— Exercise description —
Scan the material below for the string "value". Report every line that has it.

+++ Excerpted data

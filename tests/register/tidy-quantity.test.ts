import fc from 'fast-check';
import { describe, expect, it } from 'vitest';
import { tidyQuantity, tidyText } from '$lib/register/tidy-quantity';
import { parseQuantity } from '$lib/units/quantity-input';

describe('quantities shown back', () => {
	it.each([
		['voltage', '13.8kV', '13.8 kV'],
		['voltage', '13800', '13.8 kV'],
		['voltage', '480 v', '480 V'],
		['current', '1284', '1284 A'],
		['current', '31.4 kA', '31.4 kA'],
		['apparent-power', '1500', '1500 kVA'],
		['apparent-power', '1.5 MVA', '1500 kVA'],
		['apparent-power', '25 MVA', '25 MVA'],
		['fault-level', '250', '250 MVA'],
		['active-power', '640', '640 kW'],
		['percent', '5.75', '5.75 %'],
		['number', '0.92', '0.92']
	] as const)('%s typed as %s reads %s', (kind, typed, shown) => {
		expect(tidyText(kind, typed)).toBe(shown);
	});

	it('leaves what it cannot read as it was typed', () => {
		expect(tidyText('voltage', 'about 400')).toBe('about 400');
		expect(tidyText('voltage', '')).toBe('');
	});

	it('drops the binary tail of scaling', () => {
		// 0.1 + 0.2 is the usual example of a binary tail.
		expect(tidyQuantity('percent', 0.1 + 0.2)).toBe('0.3 %');
		expect(tidyQuantity('current', 1e-7)).toBe('0.0000001 A');
	});

	it('property: what a person types is shown back equal', () => {
		const kinds = fc.constantFrom(
			...(
				[
					['voltage', ['V', 'kV']],
					['current', ['A', 'kA']],
					['apparent-power', ['kVA', 'MVA']],
					['fault-level', ['MVA', 'kVA']],
					['active-power', ['kW', 'MW']],
					['percent', ['%']]
				] as const
			).flatMap(([kind, units]) => units.map((unit) => [kind, unit] as const))
		);
		fc.assert(
			fc.property(
				kinds,
				fc.integer({ min: 1, max: 999_999 }),
				fc.integer({ min: 0, max: 4 }),
				([kind, unit], digits, places) => {
					const typed = `${(digits / 10 ** places).toFixed(places)} ${unit}`;
					const before = parseQuantity(kind, typed);
					const shown = tidyText(kind, typed);
					const after = parseQuantity(kind, shown);
					if (!before.ok || !after.ok) throw new Error(`${typed} or ${shown} was not read`);
					// Twelve digits are shown; the binary value may differ in its last place.
					expect(Math.abs(after.value - before.value)).toBeLessThanOrEqual(1e-12 * before.value);
					expect(tidyText(kind, shown)).toBe(shown);
				}
			),
			{ seed: 20_260_321, numRuns: 1000 }
		);
	});
});
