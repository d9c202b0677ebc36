import type { Content } from 'pdfmake/interfaces';
import { VERDICT_WORDS } from '../../../assessment/verdict-words';
import { ADVISORY_STATEMENT } from '../../../report/cautions';
import { dayInPractice, isDraft, measuredWords, pointKindWords } from '../document-words';
import { contentWidth, INK_SOFT, TONE } from '../print-style';
import type { SheetContext } from '../sheet-context';
import { rich, ruledTable, soft, verdictTag } from '../typeset';

function verdictBlock({ model }: SheetContext): Content {
	const { verdict } = model;
	const tone = TONE[VERDICT_WORDS[verdict.verdict].tone];
	return {
		margin: [0, 22, 0, 18],
		table: {
			widths: ['*'],
			body: [
				[
					{
						stack: [
							verdictTag(verdict.verdict, { size: 10.5, advisory: verdict.advisory }),
							{ text: rich(verdict.sentence), fontSize: 14.5, lineHeight: 1.18, margin: [0, 8, 0, 6] },
							soft(`Evidence: ${verdict.evidenceText}`, { margin: [0, 0, 0, 0] }),
							...(verdict.advisory ? [soft(ADVISORY_STATEMENT, { margin: [0, 4, 0, 0] })] : [])
						]
					}
				]
			]
		},
		layout: {
			hLineWidth: () => 0,
			vLineWidth: (i) => (i === 0 ? 4 : 0),
			vLineColor: () => tone.text,
			paddingLeft: () => 14,
			paddingRight: () => 0,
			paddingTop: () => 0,
			paddingBottom: () => 1
		}
	};
}

function revisionTable({ model }: SheetContext): Content {
	return ruledTable(
		[
			{ head: 'Rev.', width: 30 },
			{ head: 'Date', width: 100 },
			{ head: 'Reason', width: '*' },
			{ head: 'Prepared', width: 110 },
			{ head: 'Checked and issued', width: 120 }
		],
		model.document.revisions.map((entry) => [
			entry.revision,
			entry.issuedAt === null ? 'not issued' : dayInPractice(model, entry.issuedAt),
			entry.reason,
			entry.preparedBy,
			entry.issuedAt === null ? '–' : (entry.checkedBy ?? '–')
		])
	);
}

export function coverSection(context: SheetContext): Content[] {
	const { model, drawings } = context;
	const spectrum = drawings.spectra[0];
	const chart = model.spectra[0];
	return [
		{
			text: `${model.client.name}, ${model.site.name}. ${model.point.name}, ${pointKindWords(model)}`,
			color: INK_SOFT,
			fontSize: 10,
			margin: [0, 40, 0, 4]
		},
		{ text: model.document.title, bold: true, fontSize: 25, lineHeight: 1.05, headlineLevel: 1 },
		...(isDraft(model)
			? [
					{
						text: 'DRAFT. Not checked, not issued: not to be relied upon.',
						bold: true,
						color: TONE.oxide.text,
						fontSize: 10.5,
						margin: [0, 10, 0, 0] as [number, number, number, number]
					}
				]
			: []),
		verdictBlock(context),
		...(spectrum && chart
			? [
					{
						text: rich(chart.title),
						bold: true,
						fontSize: 9,
						margin: [0, 0, 0, 2] as [number, number, number, number]
					},
					{ svg: spectrum, width: contentWidth(model.practice.paper), margin: [0, 0, 0, 14] } as Content
				]
			: []),
		revisionTable(context),
		soft(`Measured ${measuredWords(model)}. Survey ${model.survey.number}: ${model.survey.title}.`)
	];
}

++++++

— Solution to this task —
					// Twelve digits are shown; the binary value may differ in its last place.
					expect(Math.abs(after.value - before.value)).toBeLessThanOrEqual(1e-12 * before.value);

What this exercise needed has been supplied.